Old woman (29) yelling at cloud here, but I think a lot of the problems with current fandom behavior can be traced to a severe lack of interest to empathize with the characters.
When Pluribus was airing, a very vocal part of the audience complained about Carol Sturka being unreasonable and abrasive and "annoying", entirely sidestepping how the first episode is dedicated to showing us WHY Carol would be far too traumatized to react rationally to the new status quo.
When Sinners came out, people were tripping over themselves to call Grace Chow stupid for letting the vampires into the juke joint, conveniently leaving out that Remmick is threatening to hurt her daughter if she doesn't come out, and that even if the survivors made it till morning, they would still have to face the Klans coming to kill them.
Very recently, as the new episodes of Witch Hat Atelier are coming out, people are quick to hurl slurs at Agott, a child character barely in her teens, for being antagonistic towards the main character, when the anime shows us that there are huge cultural gaps between the two characters, and that Agott's crueler outbursts occur she and her friends are stuck in a life or death situation that they are woefully unprepared for.

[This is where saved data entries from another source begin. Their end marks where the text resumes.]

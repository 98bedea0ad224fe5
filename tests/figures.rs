//! Integration tests for the report figures: snapshot (golden) files compared
//! byte for byte, escaping of hostile labels, determinism, every error case,
//! well-formed markup and the geometry of points against their axis.
//!
//! Golden files live in `golden/figures/` at the crate root. To rewrite them
//! after an intended change, run `UPDATE_GOLDEN=1 cargo test` and review the
//! diff of the files (and look at the figures) before keeping it.
//!
//! The examples are realistic but invented numbers for a dermatology trial
//! (change in EASI, EASI-75 response); the graph is a common two-dose design
//! with one key secondary hypothesis per dose, in the style of the examples in
//! Bretz, Maurer, Brannath and Posch (2009), Statistics in Medicine 28:586–604.

use cairn::report::figures::{
    FigureError, ForestPlot, ForestRow, ForestScale, GraphFigure, GraphNode, forest_svg, graph_svg,
};
use std::path::Path;

// ---------------------------------------------------------------------------
// Examples
// ---------------------------------------------------------------------------

fn row(label: &str, estimate: f64, lower: f64, upper: f64) -> ForestRow {
    ForestRow {
        label: label.to_string(),
        estimate,
        lower,
        upper,
        note: None,
    }
}

fn noted_row(label: &str, note: &str) -> ForestRow {
    ForestRow {
        label: label.to_string(),
        estimate: f64::NAN,
        lower: f64::NAN,
        upper: f64::NAN,
        note: Some(note.to_string()),
    }
}
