/// [`dense_residuals`] for a design held as stored rows, a row at a time: with `skip_zeros`
/// only the stored non-zeros, otherwise the whole row scattered first (zeros included, so that
/// a non-finite operand meets them as in the dense pass). Each sum receives the dense pass's
/// terms in the dense order, so the same bits.
fn stored_row_residuals(
    rows: &SparseRows,
    kept_columns: &KeptColumns,
    b: &[f64],
    c: &[f64],
    r: &[f64],
    x: &[f64],
    skip_zeros: bool,
) -> (Vec<f64>, Vec<f64>) {
    let n_observations = b.len();
    let mut row_values = vec![0.0; kept_columns.n_columns];
    let mut f = vec![0.0; n_observations];
    let mut g_accumulators: Vec<DoubleDouble> = c
        .iter()
        .map(|&value| {
            let mut accumulator = DoubleDouble::zero();
            accumulator.add(value);
            accumulator
        })
        .collect();
    for row in 0..n_observations {
        let mut accumulator = DoubleDouble::zero();
        accumulator.add(b[row]);
        accumulator.add(-r[row]);
        let mut add = |position: usize, entry: f64| {
            let value = entry * kept_columns.columns[position].1;
            accumulator.add_product(-value, x[position]);
            g_accumulators[position].add_product(-value, r[row]);
        };
        if skip_zeros {
            let (columns, entries) = rows.entries(row);
            for (&column, &entry) in columns.iter().zip(entries) {
                let position = kept_columns.position_of[column as usize];
                if position != usize::MAX {
                    add(position, entry);
                }
            }
        } else {
            kept_columns.row_into(row, &mut row_values);
            for (position, &(column, _)) in kept_columns.columns.iter().enumerate() {
                add(position, row_values[column]);
            }
        }
        f[row] = accumulator.value();
    }
    (f, g_accumulators.iter().map(DoubleDouble::value).collect())
}

/// Above this 1-norm condition number of the equilibrated triangular factor
/// the covariance columns are refined (see [`fit_least_squares`]). At 1e3 the
/// worst-case relative error of the plain inverse, a few times κ²·ε, is about
/// 1e-10; well-conditioned designs (treatment, site and a baseline covariate,
/// κ₁ of order 10) lose nothing a report can show, and the NIST StRD
/// polynomial and Longley designs, far above it, are still refined.
const REFINE_COVARIANCE_ABOVE: f64 = 1e3;

/// Inverse of an upper-triangular matrix stored row-major, by back
/// substitution one column at a time; the result is upper triangular.
fn upper_triangular_inverse(upper: &[Vec<f64>]) -> Vec<Vec<f64>> {
    let size = upper.len();
    let mut inverse = vec![vec![0.0; size]; size];
    for column in 0..size {
        inverse[column][column] = 1.0 / upper[column][column];
        for row in (0..column).rev() {
            let mut sum = 0.0;
            for k in row + 1..=column {
                sum += upper[row][k] * inverse[k][column];
            }
            inverse[row][column] = -sum / upper[row][row];
        }
    }
    inverse
}

/// Largest absolute column sum of an upper-triangular matrix stored row-major.
fn one_norm_upper(upper: &[Vec<f64>]) -> f64 {
    let size = upper.len();
    (0..size)
        .map(|column| {
            (0..=column)
                .map(|row| upper[row][column].abs())
                .sum::<f64>()
        })
        .fold(0.0_f64, f64::max)
}

fn max_abs(values: &[f64]) -> f64 {
    values
        .iter()
        .fold(0.0_f64, |largest, value| largest.max(value.abs()))
}

/// Unevaluated sum `high + low` used to accumulate sums and dot products as
/// accurately as in twice the working precision (Ogita, Rump & Oishi 2005,
/// algorithms Sum2 and Dot2).
#[derive(Debug, Clone, Copy)]
struct DoubleDouble {
    high: f64,
    low: f64,
}

impl DoubleDouble {
    fn zero() -> DoubleDouble {
        DoubleDouble {
            high: 0.0,
            low: 0.0,
        }
    }

    /// Adds `value`, keeping the rounding error of the addition (Knuth's
    /// two-sum, exact for any ordering of magnitudes).
    fn add(&mut self, value: f64) {
        let sum = self.high + value;
        let value_part = sum - self.high;
        let error = (self.high - (sum - value_part)) + (value - value_part);
        self.high = sum;
        self.low += error;
    }

    /// Adds `a · b`, keeping the rounding error of the product, obtained
    /// exactly with one fused multiply-add.
    fn add_product(&mut self, a: f64, b: f64) {
        let product = a * b;
        let product_error = a.mul_add(b, -product);
        self.add(product);
        self.low += product_error;
    }

    fn subtract(&mut self, other: &DoubleDouble) {
        self.add(-other.high);
        self.low -= other.low;
    }

    fn value(&self) -> f64 {
        self.high + self.low
    }

    /// The value as a rounded double and the remainder (Dekker's fast two-sum; `high`
    /// dominates `low`).
    fn split(&self) -> (f64, f64) {
        let high = self.high + self.low;
        (high, self.low - (high - self.high))
    }
}

#[cfg(test)]
mod tests {
    use super::*;

    // Common practice: an orthogonal design has (XᵀX)⁻¹ = diag(1/‖x_j‖²)
    // and coefficients xⱼᵀy/‖x_j‖²; values here are exact in binary.
    #[test]
    fn orthogonal_design_gives_textbook_values() {
        let design = DMatrix::from_column_slice(4, 2, &[1.0, 1.0, 1.0, 1.0, 1.0, -1.0, 1.0, -1.0]);
        let response = [3.0, 1.0, 4.0, 2.0];
        let fit = fit_least_squares(&design, &response, &LeastSquaresOptions::default())
            .expect("orthogonal design fits");
        let relative = |a: f64, b: f64| ((a - b) / b).abs();
        // Tolerance 1e-15 relative: exact problem, only final rounding.
        assert!(relative(fit.coefficients[0].unwrap(), 2.5) < 1e-15);
        assert!(relative(fit.coefficients[1].unwrap(), 1.0) < 1e-15);
        assert!(relative(fit.unscaled_covariance[(0, 0)], 0.25) < 1e-15);
        assert!(fit.unscaled_covariance[(0, 1)].abs() < 1e-15);
        // RSS = Σ(y − ŷ)² with ŷ = (3.5, 1.5, 3.5, 1.5): 0.25·4 = 1.
        assert!(relative(fit.residual_sum_of_squares, 1.0) < 1e-15);
        assert_eq!(fit.residual_df, 2);
    }

    // Common practice: two-sum and two-product are error-free, so
    // (1e16 + 1) − 1e16 is recovered exactly.
    #[test]
    fn double_double_keeps_low_order_digits() {
        let mut sum = DoubleDouble::zero();
        sum.add(1e16);
        sum.add(1.0);
        sum.add(-1e16);
        assert_eq!(sum.value(), 1.0);
        let mut product = DoubleDouble::zero();
        let a = 1.0 + f64::EPSILON;
        product.add_product(a, a);
        product.add(-1.0);
        product.add(-2.0 * f64::EPSILON);
        // (1 + ε)² − 1 − 2ε = ε², exact.
        assert_eq!(product.value(), f64::EPSILON * f64::EPSILON);
    }
}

"But Alina, these are all examples of people not looking at the screen! What's that got to do with empathy and relating to characters?" See, while some people make these complaints bc they aren't paying attention, there are others who follow up their complaints with "Well why didn't she just react normally/do this perfectly rational thing/come up with a complex plan while under immense physical or psychological stress?"
I've been seeing this trend of refusing to engage emotionally with characters' predicament in fandoms. People seem to recoil at the thought of putting themselves in characters' shoes and understanding why characters react to highly stressful situations in imperfect or outright Bad ways. And so, when characters don't behave in ways that audience think they SHOULD (ie: with total awareness of every legal/moral/logical rule), audience immediately cry out "that's a badly written character!" or "that's a calculated malicious move!" or "I can't believe the writers would justify X/Y/Z action with this character!"
This is not to say that people can't criticize characters, or that any action a character takes in a stressful situation is automatically above criticism, but rather to say that if the modern audience want to have a good time with their choice of media, they need to be willing to look at a character and think "I see where they're coming from" instead of "I wouldn't have done that".